An Open Letter to Harrison Butker—Thoughts on Vocation and Staying in One's Lane

Dear Mr. Butker,
Congratulations on your second Super Bowl championship. On Super Bowl Sunday, I went from mass to a friend's house where I watched every minute of Super Bowl LVIII. I remember telling another Niners fan that like me, your Catholic faith is an important part of your identity. I learned this from my students who were tasked with researching the faith lives of six players on each team for a group assignment in my Sports and Spirituality class. Given your faith-filled conviction and success, I was not surprised that you were chosen to give a commencement address at Benedictine—a Catholic college in Kansas. 

I just completed my 24th year of teaching Religious Studies in a Catholic secondary school setting. I love graduation, baccalaureate mass and more. In fact, I  make a point of watching the commencement address at my alma mater, The University of Notre Dame every year.  Graduation at a Catholic institution allows us to publicly celebrate, profess and share our faith. I value that faith and reason, tradition, and ritual are longstanding, important components of Catholicism.

It is with this context that I came to watch and listen to your speech. I am aware that you received a standing ovation from the Class of 2024 and that 15 women did not join in this enthusiastic gesture. I can assure you I would be one of the fifteen. I would sit and perhaps I would have written what you have before you: this Open Letter. 

One of your themes was a call for graduates to Stay in your lane and accept that lane—a phrase you mentioned four times. You said, "Being locked in with your vocation and staying in your lane is going to be the surest way for you to find true happiness and peace in this life." You prefaced this message by admitting, "I never envisioned myself nor wanted to have this sort of a platform but God has given it to me so I have no other choice but to embrace it and preach more hard truths about accepting your lane and staying in it." 

This message confounded me as I have yet to hear a graduation speech reference this trope. While I think graduation is a time to consider vocation, the notion of staying in one's lane seems contrary to how I understand one's calling. No one gets there alone. We learn from the wisdom, encouragement and example of others. Does that mean I might walk or run in someone else's lane? Maybe.

Graduation is an act of hope. A school confers diplomas with the hope that its graduates will change the world—for the good! I'm not sure I want or need them to "stay in their lane" from that moment on. I also found it confusing that you would offer a message to women, about women, given this lane. 

You said,

For the ladies present today, congratulations on an amazing accomplishment. You should be proud of all that you have achieved to this point in your young lives. I want to speak directly to you briefly because I think it is you, the women, who have had the most diabolical lies told to you, how many of you are sitting here now about to cross the stage, and are thinking about all the promotions and titles you’re going to get in your career. Some of you may go on to lead successful careers in the world. But I would venture to guess that the majority of you are most excited about your marriage and the children you will bring into this world. I can tell you that my beautiful wife Isabelle would be the first to say that her life truly started when she began living her vocation as a wife and as a mother.

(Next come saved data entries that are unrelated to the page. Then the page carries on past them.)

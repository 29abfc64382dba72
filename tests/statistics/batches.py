"""Epoch batches made to order, and cut."""

from __future__ import annotations

import dataclasses
from typing import Any

import numpy as np

from gnssmon.epochs.batch import EpochBatch, SignalRows, UsedRows

_APART = ("signals", "used")


def make_batch(axis_ms: Any, **columns: Any) -> EpochBatch:
    """Counted epochs at these times; columns not given are unknown (quality 1, no signals)."""
    count = len(axis_ms)
    unknown = np.full(count, np.nan)
    values: dict[str, Any] = {
        field.name: unknown for field in dataclasses.fields(EpochBatch) if field.name not in _APART
    }
    values |= {
        "axis_ms": np.asarray(axis_ms, dtype=np.int64),
        "utc_ms": np.full(count, -1, dtype=np.int64),
        "counted": np.ones(count, dtype=bool),
        "size": np.full(count, 80, dtype=np.int64),
        "kinds": np.ones(count, dtype=np.int64),
        "quality": np.ones(count, dtype=np.int8),
        "satellites_used": np.full(count, -1, dtype=np.int16),
        "station": np.full(count, -1, dtype=np.int32),
        "signals": SignalRows(*(np.empty(0, dtype=kind) for kind in ("i4", "i4", "i2", "f4", "f4", "f4"))),
        "used": UsedRows(np.empty(0, dtype=np.int32), np.empty(0, dtype=np.int32)),
    }
    kinds = {"quality": np.int8, "station": np.int32, "satellites_used": np.int16, "counted": bool}
    values |= {name: np.asarray(column, dtype=kinds.get(name, np.float64)) for name, column in columns.items()}
    return EpochBatch(**values)


def part(batch: EpochBatch, start: int, stop: int) -> EpochBatch:
    """Epochs ``start`` to ``stop`` of a batch without signals."""
    columns = {
        field.name: getattr(batch, field.name)[start:stop]
        for field in dataclasses.fields(EpochBatch)
        if field.name not in _APART
    }
    return dataclasses.replace(batch, **columns)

On my graduation day, I was not thinking about promotions or future job titles. Nor was I thinking about marriage and children. I know exactly what I was thinking. 

For a few weeks leading up to graduation, I didn't know if I wanted to go to the ceremony. Those who know me will find this quite surprising, for Notre Dame alumna is an outstanding characteristic of my identity. I bleed blue and gold—sometimes, loud...always proud. I thought What difference would my presence in a class of 1800 people make?  I don't know from whence this cynical sentiment came. I am not proud of it. Though honest, this limited view was quickly shattered.

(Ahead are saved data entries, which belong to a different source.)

"""Levels against the plain list of reports, and against skies whose truth is known."""

from __future__ import annotations

import dataclasses

import numpy as np
import pytest

from gnssmon.constellations import identity
from gnssmon.epochs.batch import SignalRows
from gnssmon.statistics.signal_level import SignalLevel
from gnssmon.statistics.subject import EVERYTHING, Site, Span
from tests.statistics.batches import make_batch
from tests.statistics.skies import SYSTEMS, directions, level, sky_batch

N = 360


def level_of(*batches) -> SignalLevel:
    subject = SignalLevel(Site())
    for batch in batches:
        subject.update(batch)
    return subject


def values(subject: SignalLevel, span: Span = EVERYTHING) -> dict[str, float | None]:
    return {name.removeprefix("cn0."): estimate.value for name, estimate in subject.summary(span).items()}


@pytest.fixture(scope="module")
def batch():
    """An hour, an epoch every ten seconds, four systems on three signals, some satellites hidden."""
    return sky_batch(np.arange(N) * 10_000, hidden=lambda azimuth, elevation: (elevation < 12) & (azimuth < 90))


def reports(batch, first: int = 0, last: int = N):
    """Levels, satellites and labels of the reports with a level."""
    rows = batch.signals
    chosen = np.isfinite(rows.cn0_dbhz) & (rows.epoch >= first) & (rows.epoch < last)
    labels = [
        identity.signal_label(code // 1024, signal)
        for code, signal in zip(rows.satellite[chosen].tolist(), rows.signal[chosen].tolist(), strict=True)
    ]
    return rows.cn0_dbhz[chosen].astype(float), rows.satellite[chosen], np.array(labels), rows.epoch[chosen]


@pytest.mark.parametrize(("span", "first", "last"), [(EVERYTHING, 0, N), (Span(600_000, 1_800_000), 60, 180)])
def test_means_and_median_of_reports(batch, span, first, last):
    """Unweighted over the reports with a level: all of them, and each signal's."""
    found = values(level_of(batch), span)
    cn0, _, labels, _ = reports(batch, first, last)

    assert cn0.mean() == pytest.approx(found["mean_dbhz"], abs=1e-9)
    assert np.median(cn0) == found["median_dbhz"]
    assert {f"mean_dbhz.{label}" for label in set(labels)} == {name for name in found if name.startswith("mean_dbhz.")}
    for label in set(labels):
        assert cn0[labels == label].mean() == pytest.approx(found[f"mean_dbhz.{label}"], abs=1e-9)


def test_the_four_strongest(batch):
    """Mean over epochs of the mean of the four best satellites, each by its best signal."""
    cn0, satellite, _, epoch = reports(batch)
    means = []
    for k in range(N):
        own = epoch == k
        best: dict[int, float] = {}
        for code, value in zip(satellite[own].tolist(), cn0[own].tolist(), strict=True):
            best[code] = max(value, best.get(code, 0.0))
        means.append(np.mean(sorted(best.values())[-4:]))

    assert np.mean(means) == pytest.approx(values(level_of(batch))["strongest4_mean_dbhz"], abs=1e-9)


def listed(cn0_dbhz, satellites, *, elevation=45.0, signal=-1):
    """One epoch with these reports."""
    count = len(cn0_dbhz)
    rows = SignalRows(
        np.zeros(count, dtype=np.int32),
        np.array(satellites, dtype=np.int32),
        np.full(count, signal, dtype=np.int16),
        np.full(count, elevation, dtype=np.float32),
        np.full(count, 10.0, dtype=np.float32),
        np.array(cn0_dbhz, dtype=np.float32),
    )
    return dataclasses.replace(make_batch([0]), signals=rows)


def test_a_satellite_listed_twice_without_a_signal_counts_twice():
    """Receivers that name no signals list a satellite once a band: both reports are reports, it is one satellite."""
    found = values(level_of(listed([40, 30, 35, 45, 44, 20], [1, 1, 2, 3, 4, 4])))

    assert found["mean_dbhz"] == pytest.approx(np.mean([40, 30, 35, 45, 44, 20]))
    assert found["mean_dbhz.G"] == found["mean_dbhz"]
    assert found["strongest4_mean_dbhz"] == pytest.approx((40 + 35 + 45 + 44) / 4)


def test_levels_with_decimals():
    """Tenths are kept in mean and median; what is absurd is cut, not believed."""
    found = values(level_of(listed([40.3, 41.7, 38.2, 999.0], [1, 2, 3, 4])))

    assert found["median_dbhz"] == pytest.approx((40.3 + 41.7) / 2)
    assert found["mean_dbhz"] == pytest.approx((40.3 + 41.7 + 38.2 + 327.0) / 4, abs=0.01)


def test_a_satellite_without_a_direction_still_has_a_level():
    """It counts in the means; against elevation it cannot be drawn."""
    subject = level_of(listed([40.0, 42.0], [1, 2], elevation=np.nan))

    assert values(subject)["mean_dbhz"] == 41.0
    assert subject.picture().count.sum() == 0


def test_level_against_elevation(batch):
    """Counts, means and quantiles of the reports in each band of five degrees, as NumPy gives them.

    Count and mean go by the satellite's mean elevation in a minute, the quantiles by each report's.
    """
    picture = level_of(batch).picture()
    rows = batch.signals
    label = picture.signals.index("G1")
    own = np.isfinite(rows.cn0_dbhz) & (rows.signal == 0)
    minute = rows.epoch // 6 * 8192 + rows.satellite
    _, which = np.unique(minute, return_inverse=True)
    elevation = (np.bincount(which, weights=rows.elevation_deg) / np.bincount(which))[which]
    for band in range(1, 17):
        inside = own & (rows.elevation_deg // 5 == band)
        by_minute = own & (np.floor(elevation / 5 + 1e-9) == band)
        low, high = np.quantile(rows.cn0_dbhz[inside], (0.05, 0.95))
        assert picture.low_dbhz[label, band] == pytest.approx(low, abs=1e-6)
        spread = rows.cn0_dbhz[inside].astype(float).std(ddof=1)
        assert picture.spread_db[label, band] == pytest.approx(spread, abs=1e-6)
        assert picture.high_dbhz[label, band] == pytest.approx(high, abs=1e-6)
        assert picture.mean_dbhz[label, band] == pytest.approx(rows.cn0_dbhz[by_minute].astype(float).mean(), abs=1e-6)
        assert picture.count[label, band] == by_minute.sum()
    assert picture.count[label].sum() == own.sum()


def test_a_strong_and_a_weak_satellite_are_found_out():
    """Offsets that single satellites were given come back, in an hour's record of forty satellites."""
    visible = directions(np.array([0.0, 3600.0]))
    codes = visible.code[(visible.elevation_deg > 20).all(axis=0)]
    strong, weak = int(codes[0]), int(codes[-1])
    batch = sky_batch(np.arange(N) * 10_000, offsets_db={strong: 4.0, weak: -5.0})
    picture = level_of(batch).picture()
    offset = dict(zip(picture.satellites, picture.satellite_offset_db.tolist(), strict=True))

    # Drawn towards zero by what is known of satellites in general; the curve took a part of it as well.
    assert 1.5 < offset[identity.label(strong)] < 4.5
    assert -5.5 < offset[identity.label(weak)] < -2.0


@pytest.mark.parametrize(("shade_db", "tolerance_db"), [(0.0, 0.15), (10.0, 0.6)])
def test_the_common_level_does_not_follow_satellites_rising_and_setting(shade_db, tolerance_db):
    """Six hours of a constant level: the mean over satellites moves with the sky, the common level stays put; a real
    drop of 3 dB shows as one of 3 dB. One satellite in ten that loses 10 dB behind a tree moves it by half of what it
    moves the mean."""
    axis_ms = np.arange(0, 6 * 3_600_000, 20_000)
    batch = sky_batch(axis_ms, signals=1, noise_db=0.7)
    rows = batch.signals
    late = rows.epoch >= len(axis_ms) // 2
    shaded = (rows.satellite == np.bincount(rows.satellite[late]).argmax()) & late
    cn0 = rows.cn0_dbhz - np.where(late, 3.0, 0.0) - np.where(shaded, shade_db, 0.0)
    batch = dataclasses.replace(batch, signals=dataclasses.replace(rows, cn0_dbhz=cn0.astype(np.float32)))
    picture = level_of(batch).picture()
    label = picture.signals.index("G1")
    common = picture.level_dbhz[label]
    half = len(common) // 2
    own = rows.signal == 0
    mean = np.bincount(rows.epoch[own], weights=cn0[own]) / np.bincount(rows.epoch[own])

    assert np.median(common[:half]) - np.median(common[half:]) == pytest.approx(3.0, abs=tolerance_db)
    assert np.ptp(mean[: len(mean) // 2]) > 3.0
    assert common[:half].std() < 0.35
    assert common[half:].std() < 0.35
    assert np.median(common[:half]) == pytest.approx(float(level(45.0)), abs=2.0 * tolerance_db)


def test_intervals_hold_the_mean():
    """The interval of a mean lies around it; that of a level that never moves has no width."""
    one = listed([40.0, 41.0], [1, 2])
    still = level_of(*(dataclasses.replace(one, axis_ms=np.array([k * 1000])) for k in range(40)))
    assert still.summary()["cn0.mean_dbhz"].interval == (40.5, 40.5)
    moving = level_of(sky_batch(np.arange(2000) * 1000)).summary()["cn0.mean_dbhz"]
    assert moving.interval[0] < moving.value < moving.interval[1]
    assert moving.samples > 100_000


def test_four_systems_give_all_their_labels(batch):
    """Every signal of the made-up sky has its own mean."""
    signals = sum(len(rows) for *_, rows in SYSTEMS)
    assert signals == len([name for name in values(level_of(batch)) if name.startswith("mean_dbhz.")])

On Sunday, May 19, 1996 I walked into the JACC and I was overwhelmed. The entire atmosphere conferred in me a sense that I had achieved something quite remarkable. I saw my parents and my two siblings. I waved and smiled. They actually have a picture of this moment. To this day, I don't even know how I managed to see them! (pre-cell phones). I am so grateful for that memory because their joy became my joy. Thank you Mom and Dad, Mark and Sarah for being there.

From that moment forward, I remember holding  gratitude in my heart as the Father President, Monk Malloy greeted my classmates and the audience. As I sat and listened to the speeches, I remember feeling sad that this chapter of my life had come to a close. I thought of how much I would miss my friends and professors. I didn't want to leave the campus community I loved so much. I was excited to start in the Alliance for Catholic Education (ACE)  teaching program, but it was at the expense of bidding farewell to what I had known.
I did think about vocation, as I had a sense that teaching was my calling. It still is. But according to your message, I am an outlier. I was not among the purported majority who were thinking about my vocation as a wife and a mother. With all due respect, Did I miss my lane? 

Twenty-eight years later, I am still not a wife or a mother. Had you asked me on graduation day if that is something I desired, I would have said "yes." In or around graduation no one at Notre Dame asked me about those aspirations. In no way do I feel slighted, lied to or even misled by this community for not asking that question. 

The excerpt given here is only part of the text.